Почти до тридцати лет ничто в жизни воркутянина Бородянского не предвещало, что он станет профессионально работать в кино. По-видимому, его вполне устраивала перспектива хорошей производственной карьеры в родном городе; хотя в то же время у Александра всегда была неодолимая тяга к литературному творчеству — он писал рассказы. По совету друга Бородянский как-то отправил свои сочинения во ВГИК — и был принят на заочное отделение.
Киноповесть «Про Борщова…» выросла из курсовой работы Бородянского, которая поначалу даже не вызвала у преподавателей особого одобрения. Сам автор тоже не придавал этой курсовой большого значения — тем неожиданнее было ее стремительное восхождение к кинематографическим высотам. «Один из однокурсников надоумил: “У тебя сценарий о рабочем — пошли его на профсоюзный конкурс произведений о рабочем классе”. Мне бы никогда это и в голову не пришло. Отправил и… получил поощрительный приз. По времени это совпало с защитой диплома, и мой мастер, прислав поздравительную телеграмму в Воркуту, где я жил, предложил сделать курсовую дипломным сценарием».
Вдохновленный поощрением, Бородянский решил предложить сценарий на киевскую Киностудию им. Александра Довженко, предполагая, что с его кинодраматур-гическим дебютом будет работать дебютант-режиссер. Таковым должен был стать Валерий Сивак, но руководство студии ознакомилось со сценарием и посчитало целесообразным передать постановку более опытному Леониду Осыке. Последний с готовностью взялся за столь благодарный материал и даже оперативно подобрал исполнителя на главную роль — Борислава Брондукова, на ту пору еще малоизвестного украинского актера.
Но тут вмешалось Госкино, где пожелали, чтобы перспективный призовой сценарий ставился на «Мосфильме». Тем более что дебютом Бородянского заинтересовался сам Данелия — мастер, вызывавший всеобщий пиетет.

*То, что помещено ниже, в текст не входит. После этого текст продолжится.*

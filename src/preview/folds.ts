/** Which parts are open: what a person opened or folded stays so, over every change of the page and over reloads. */
export interface Folds {
  readonly known: () => Readonly<Record<string, boolean>>;
  /** Puts the parts of a page that is about to be shown as the person left them. */
  apply(page: ParentNode): void;
}

export function createFolds(page: HTMLElement, before: Readonly<Record<string, boolean>>, changed: () => void): Folds {
  const states = new Map(Object.entries(before));
  // “toggle” does not bubble; it is heard on its way down.
  page.addEventListener(
    "toggle",
    ({ target }) => {
      if (!(target instanceof HTMLDetailsElement)) return;
      const name = target.dataset["part"];
      if (name === undefined || states.get(name) === target.open) return;
      states.set(name, target.open);
      changed();
    },
    true,
  );
  return {
    known: () => Object.fromEntries(states),
    apply(parts) {
      for (const part of parts.querySelectorAll<HTMLDetailsElement>("details[data-part]")) {
        const open = states.get(part.dataset["part"] ?? "");
        if (open !== undefined) part.open = open;
      }
    },
  };
}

При первой же встрече Данелия сообщил Бородянскому, что его весьма достойная работа тем не менее требует основательной доработки. «Сценарий Георгию Николаевичу понравился, правда, он говорил: “Это совсем не мое”. В жизни он — пессимист, потому в кино ему хочется оптимизма. Я же по натуре — оптимист, а в кино — наоборот. В этом была сложность, и мы, переделывая сценарий, находили компромисс».
Первым делом заглавному герою сменили имя — у Бородянского сантехника звали Серафимом.

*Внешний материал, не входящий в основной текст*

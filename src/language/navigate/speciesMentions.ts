import { readEquation } from "../../chemistry/readEquation.js";
import type { Origin } from "../../contract/problem.js";
import type { Bound } from "../bind/bind.js";
import { speciesKey } from "../bind/resolveSpecies.js";
import type { Field } from "../syntax.js";
import { everyStatement } from "./everyStatement.js";
import { partOfField } from "./partOfField.js";

/** A place where a species is named, by its declared name or its formula; the state behind it is no part of it. */
export interface SpeciesMention {
  /** declared name, or normal form of the formula */
  readonly key: string;
  readonly origin: Origin;
  /** `species NAME` */
  readonly declares: boolean;
  /** stands in the equation of a `reaction` line */
  readonly inReaction: boolean;
}

/** Every mention of a species in a description, broken lines as far as they were read, in the order of the text. */
export function speciesMentions({ parsed, study }: Bound): SpeciesMention[] {
  const declared = new Map(study.species.map((species) => [species.key, species]));
  const mentions: SpeciesMention[] = [];
  for (const statement of everyStatement(parsed.statements)) {
    const { row, fields } = statement.line;
    if (row === null) continue;
    const inReaction = row.head === "reaction";
    const add = (key: string, start: number, length: number, declares = false): void => {
      const from = statement.offset + start;
      mentions.push({ key, origin: { uri: parsed.uri, start: from, end: from + length }, declares, inReaction });
    };
    const addText = (text: string, start: number, declares = false): void => {
      const bare = text.replace(/\((s|l|g|aq)\)$/, "");
      add(speciesKey({ declared }, bare), start, bare.length, declares);
    };
    for (const [label, field] of fields) {
      const part = partOfField(row, label);
      if (part?.part === "species") for (const { text, span } of itemsIn(field)) addText(text, span.start);
      else if (part?.part === "name" && part.of === "species") addText(field.text, field.span.start, part.declares);
      else if (field.kind === "orders")
        for (const { species } of field.items) addText(species.text, species.span.start);
      else if (part?.part === "equation") {
        for (const { key, start, end } of inEquation(field, (name) => declared.has(name))) {
          add(key, field.span.start + start, end - start);
        }
      }
    }
  }
  return mentions.sort((a, b) => a.origin.start - b.origin.start);
}

function itemsIn(field: Field): readonly Field[] {
  return field.kind === "list" ? field.items : field.kind === "text" ? [field] : [];
}

function inEquation({ text }: Field, isDeclared: (name: string) => boolean) {
  const { equation } = readEquation(text, isDeclared);
  const terms = equation === null ? [] : [...equation.left, ...equation.right];
  return terms.map(({ species, speciesSpan }) => ({ key: species, ...speciesSpan }));
}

— Это, разумеется, не годится, — со смехом отверг вычурное имя режиссер.
— Ну тогда, может быть, Ефим? — предложил Бородянский.

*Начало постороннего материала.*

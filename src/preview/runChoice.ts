import type { PreviewPage } from "../contract/previewProtocol.js";

/** The choice among the runs of a description; none where there is but one. */
export function showRuns(place: HTMLElement, { runs, run }: PreviewPage): void {
  place.hidden = runs.length < 2;
  const choice = place.querySelector("select");
  if (choice === null) return;
  const names = runs.map(({ id, name }) => `${id} ${name}`).join("\n");
  if (choice.dataset["names"] !== names) {
    choice.dataset["names"] = names;
    choice.replaceChildren(...runs.map(({ id, name }) => new Option(`Run ${name}`, id)));
  }
  choice.value = run ?? "";
}
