/** Signals of a plot with the names of the style sheet's properties they follow. */
const properties = {
  ink: "--ink",
  faint: "--faint",
  curve1: "--curve-1",
  curve2: "--curve-2",
  curve3: "--curve-3",
  mark: "--mark",
  focus: "--focus",
} as const;

/** The colours of the editor's theme, as the style sheet has them now. */
export function plotColours(): Readonly<Record<string, string | number>> {
  const style = getComputedStyle(document.body);
  const colours = Object.entries(properties).map(([signal, property]) => [
    signal,
    style.getPropertyValue(property).trim() || "currentcolor",
  ]);
  const contrast = document.body.classList.contains("vscode-high-contrast");
  return { ...Object.fromEntries(colours), font: style.fontFamily, band: contrast ? 0.32 : 0.18 };
}

/** Calls back whenever the theme changed: the editor then writes its colours anew. */
export function onThemeChange(listener: () => void): void {
  const observer = new MutationObserver(listener);
  observer.observe(document.body, { attributes: true, attributeFilter: ["class"] });
  observer.observe(document.documentElement, { attributes: true, attributeFilter: ["style"] });
}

— Ефим — лучше, — подумал Данелия. — Но тоже не подойдет. Есть в этом имени какой-то еврейский оттенок… Уж лучше назовем Борщова Афоней! — осенило постановщика. — Афанасий Борщов — звучит?
Бородянский согласился, что Афоня — попадание в яблочко.
Дальнейшая переделка действительно шла по пути оптимизации в сторону большего оптимизма, отнюдь не заложенного Бородянским в собственную версию истории про Борщова. И сам-то фильм, рожденный усилиями оптимиста и пессимиста, затруднительно назвать комедией, — а уж если бы на экран перенесли авторский вариант Бородянского, «Афоня» (точнее, «Серафим» тогда уж), вероятно, стал бы произведением, настолько же далеким от какой-либо веселости, как вышедшая годом ранее «Калина красная» Василия Шукшина.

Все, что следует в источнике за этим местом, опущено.